Unraveling City-Specific Microbial Signatures and Identifying Sample Origins for the Data From CAMDA 2020 Metagenomic Geolocation Challenge
Author(s) -
Runzhi Zhang,
Dorothy Ellis,
Alejandro R. Walker,
Susmita Datta
Publication year - 2021
Publication title -
frontiers in genetics
Language(s) - English
Resource type - Journals
SCImago Journal Rank - 1.413
H-Index - 81
ISSN - 1664-8021
DOI - 10.3389/fgene.2021.659650
Subject(s) - metagenomics , geolocation , computational biology , biology , sample (material) , data science , computer science , data mining , evolutionary biology , genetics , world wide web , gene , chemistry , chromatography
The composition of microbial communities has been known to be location-specific.

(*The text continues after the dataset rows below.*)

"""What samples cannot give, and what no unit, order or shift may change."""

from math import sqrt

import numpy as np
import pytest
from hypothesis import assume, given
from hypothesis import strategies as st

from cellfuncs.errors import DomainError
from cellfuncs.physics import statistics

METHODS = ("biweight", "gapper", "standard")
every_method = pytest.mark.parametrize("method", METHODS)

velocities = st.lists(st.floats(-3e4, 3e4), min_size=3, max_size=40, unique=True).map(np.array)


@given(velocities, st.sampled_from(METHODS), st.floats(-1e5, 1e5), st.floats(0.01, 100.0))
def test_a_shift_changes_no_dispersion_and_a_factor_is_one(  # type: ignore[no-untyped-def]
    sample, method, shift, factor
) -> None:
    assume(np.median(abs(sample - np.median(sample))) > 1e-3)
    assume(np.unique(np.round(sample + shift, 9)).size == sample.size)
    dispersion = statistics.dispersion(sample, method)
    size = 1e-9 * (dispersion + abs(sample).max() + abs(shift))
    assert abs(statistics.dispersion(sample + shift, method) - dispersion) <= size
    scaled = statistics.dispersion(sample * factor, method)
    assert abs(scaled - factor * dispersion) <= 1e-9 * factor * dispersion
    center = statistics.center(sample, method)
    assert abs(statistics.center(sample + shift, method) - center - shift) <= size
    assert sample.min() - size <= center <= sample.max() + size


@given(velocities, st.sampled_from(METHODS), st.randoms())
def test_the_order_does_not_count(sample, method, random) -> None:  # type: ignore[no-untyped-def]
    assume(np.median(abs(sample - np.median(sample))) > 1e-100)
    mixed = sample.tolist()
    random.shuffle(mixed)
    assert statistics.dispersion(np.array(mixed), method) == pytest.approx(
        statistics.dispersion(sample, method), rel=1e-9
    )


def test_a_stray_velocity_moves_the_robust_ones_little() -> None:
    """Beers et al. 1990 choose them for that; the standard deviation follows the stray one."""
    rng = np.random.default_rng(7)
    sample = rng.normal(7000.0, 500.0, 40)
    stray = np.append(sample, 25_000.0)
    moved = {
        method: statistics.dispersion(stray, method) / statistics.dispersion(sample, method)
        for method in METHODS
    }
    assert abs(moved["biweight"] - 1) < 0.05
    assert moved["standard"] > 3
    assert moved["gapper"] < moved["standard"]


@every_method
def test_one_velocity_has_a_center_and_no_dispersion(method: str) -> None:
    alone = np.array([7012.0])
    assert statistics.center(alone, method) == 7012.0
    with pytest.raises(DomainError, match="2 velocities or more; there is 1"):
        statistics.dispersion(alone, method)


@every_method
def test_velocities_all_equal_have_a_center_and_no_dispersion(method: str) -> None:
    equal = np.full(5, 7012.0)
    assert statistics.center(equal, method) == 7012.0
    with pytest.raises(DomainError, match="all 5 velocities are 7012 km/s"):
        statistics.dispersion(equal, method)
    with pytest.raises(DomainError, match="all 5"):
        statistics.dispersion_error(equal, method)


def test_more_than_half_equal_is_too_much_for_the_biweight_alone() -> None:
    sample = np.array([7000.0, 7000.0, 7000.0, 7100.0, 7300.0])
    with pytest.raises(DomainError, match="more than half of the velocities are equal"):
        statistics.dispersion(sample, "biweight")
    assert statistics.center(sample, "biweight") == 7000.0
    assert statistics.dispersion(sample, "standard") == pytest.approx(np.std(sample, ddof=1))
    # by hand: gaps 0, 0, 100, 200 with weights 4, 6, 6, 4
    assert statistics.dispersion(sample, "gapper") == pytest.approx(sqrt(np.pi) / 20 * 1400)
    # without its last velocity but one: 0, 0, 300 weigh 3, 4, 3, and so on; they do differ
    assert statistics.dispersion_error(sample, "gapper") > 0


def test_two_velocities_have_no_jackknife() -> None:
    two = np.array([7000.0, 7100.0])
    for method in ("biweight", "gapper"):
        with pytest.raises(DomainError, match="3 velocities or more"):
            statistics.dispersion_error(two, method)
    assert statistics.dispersion_error(two, "standard") == pytest.approx(
        np.std(two, ddof=1) / sqrt(2)
    )


def test_a_jackknife_may_leave_equal_velocities_behind() -> None:
    """Of 7000, 7000, 7100 one leaves 7000, 7000, whose gapper is 0: a value like another."""
    sample = np.array([7000.0, 7000.0, 7100.0])
    without = [sqrt(np.pi) / 2 * 100, sqrt(np.pi) / 2 * 100, 0.0]
    wanted = sqrt(2 / 3 * ((np.array(without) - np.mean(without)) ** 2).sum())
    assert statistics.dispersion_error(sample, "gapper") == pytest.approx(wanted)


# Means --------------------------------------------------------------------------------------------


def test_a_mean_of_one_is_that_one() -> None:
    found = statistics.weighted_mean(np.array([0.05]), np.array([0.002]))
    assert (found.mean, found.sigma, found.chi2, found.count) == (0.05, 0.002, 0.0, 1)


def test_values_all_equal_have_no_chi2() -> None:
    found = statistics.weighted_mean(np.full(4, 0.05), np.full(4, 0.002))
    assert found.mean == 0.05
    assert found.sigma == pytest.approx(0.001)
    assert found.chi2 == 0.0


@pytest.mark.parametrize("size", [1e-170, 1e-300, 1e160, 1.0])
def test_errors_of_any_size(size: float) -> None:
    """1/σ² of the smallest is no float; the mean of two alike is their middle all the same."""
    with np.errstate(over="ignore"):  # χ² may be infinite
        found = statistics.weighted_mean(np.array([1.0, 2.0]), np.array([size, size]))
    assert found.mean == 1.5
    assert found.sigma == pytest.approx(size / sqrt(2))


@given(st.lists(st.floats(0.01, 10.0), min_size=1, max_size=10).map(np.array))
def test_digits_are_kept_beside_a_large_mean(sigmas) -> None:  # type: ignore[no-untyped-def]
    values = 1e9 + np.arange(len(sigmas))
    found = statistics.weighted_mean(values, sigmas)
    exact = (np.arange(len(sigmas)) / sigmas**2).sum() / (sigmas**-2).sum()
    assert abs(found.mean - 1e9 - exact) < 1e-6


# Lines --------------------------------------------------------------------------------------------

ONE, TWO = np.array([100.0]), np.array([100.0, 200.0])


def test_what_one_point_gives() -> None:
    found = statistics.linear_fit(ONE, 70 * ONE, None, True)
    assert found.slope == 70.0
    for part in ("slope_error", "scatter"):
        with pytest.raises(DomainError, match="2 distances with a velocity or more; there is 1"):
            getattr(found, part)
    with_error = statistics.linear_fit(ONE, 70 * ONE, np.array([200.0]), True)
    assert with_error.slope_error == pytest.approx(2.0)  # 200 km/s over 100 Mpc
    with pytest.raises(DomainError, match="2 distances"):
        statistics.linear_fit(ONE, 70 * ONE, None, False)


def test_what_two_points_give() -> None:
    found = statistics.linear_fit(TWO, np.array([7000.0, 14_500.0]), None, False)
    assert found.slope == pytest.approx(75.0)
    assert found.intercept == pytest.approx(-500.0)
    with pytest.raises(DomainError, match="3 distances with a velocity or more; there are 2"):
        _ = found.slope_error


def test_distances_that_bear_no_line() -> None:
    same = np.array([100.0, 100.0, 100.0])
    with pytest.raises(DomainError, match="all 3 distances are 100 Mpc"):
        statistics.linear_fit(same, same * 70, None, False)
    assert statistics.linear_fit(same, same * 70, None, True).slope == pytest.approx(70.0)
    with pytest.raises(DomainError, match="every distance is 0"):
        statistics.linear_fit(np.zeros(3), same, None, True)


def test_equal_errors_do_not_move_the_line() -> None:
    rng = np.random.default_rng(3)
    distances = rng.uniform(10.0, 100.0, 12)
    measured = 70 * distances + rng.normal(0.0, 300.0, 12)
    for through_origin in (True, False):
        free = statistics.linear_fit(distances, measured, None, through_origin)
        tied = statistics.linear_fit(distances, measured, np.full(12, 300.0), through_origin)
        assert tied.slope == pytest.approx(free.slope, rel=1e-12)
        assert tied.scatter == pytest.approx(free.scatter, rel=1e-12)
        assert tied.slope_error == pytest.approx(300.0 / free.scatter * free.slope_error)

Investigating the microbial composition across different cities enables us to unravel city-specific microbial signatures and further predict the origin of unknown samples. As part of the CAMDA 2020 Metagenomic Geolocation Challenge, MetaSUB provided the whole genome shotgun (WGS) metagenomics data from samples across 28 cities along with non-microbial city data for 23 of these cities. In our solution to this challenge, we implemented feature selection, normalization, clustering and three methods of machine learning to classify the cities based on their microbial compositions. Of the three methods, multilayer perceptron obtained the best performance with an error rate of 19.60% based on whether the correct city received the highest or second highest number of votes for the test data contained in the main dataset. We then trained the model to predict the origins of samples from the mystery dataset by including these samples with the additional group label of “mystery.” The mystery dataset compromised of samples collected from a subset of the cities in the main dataset as well as samples collected from new cities. For samples from cities that belonged to the main dataset, error rates ranged from 18.18 to 72.7%. For samples from new cities that did not belong to the main dataset, 57.7% of the test samples could be correctly labeled as “mystery” samples. Furthermore, we also predicted some of the non-microbial features for the mystery samples from the cities that did not belong to main dataset to draw inferences and narrow the range of the possible sample origins using a multi-output multilayer perceptron algorithm.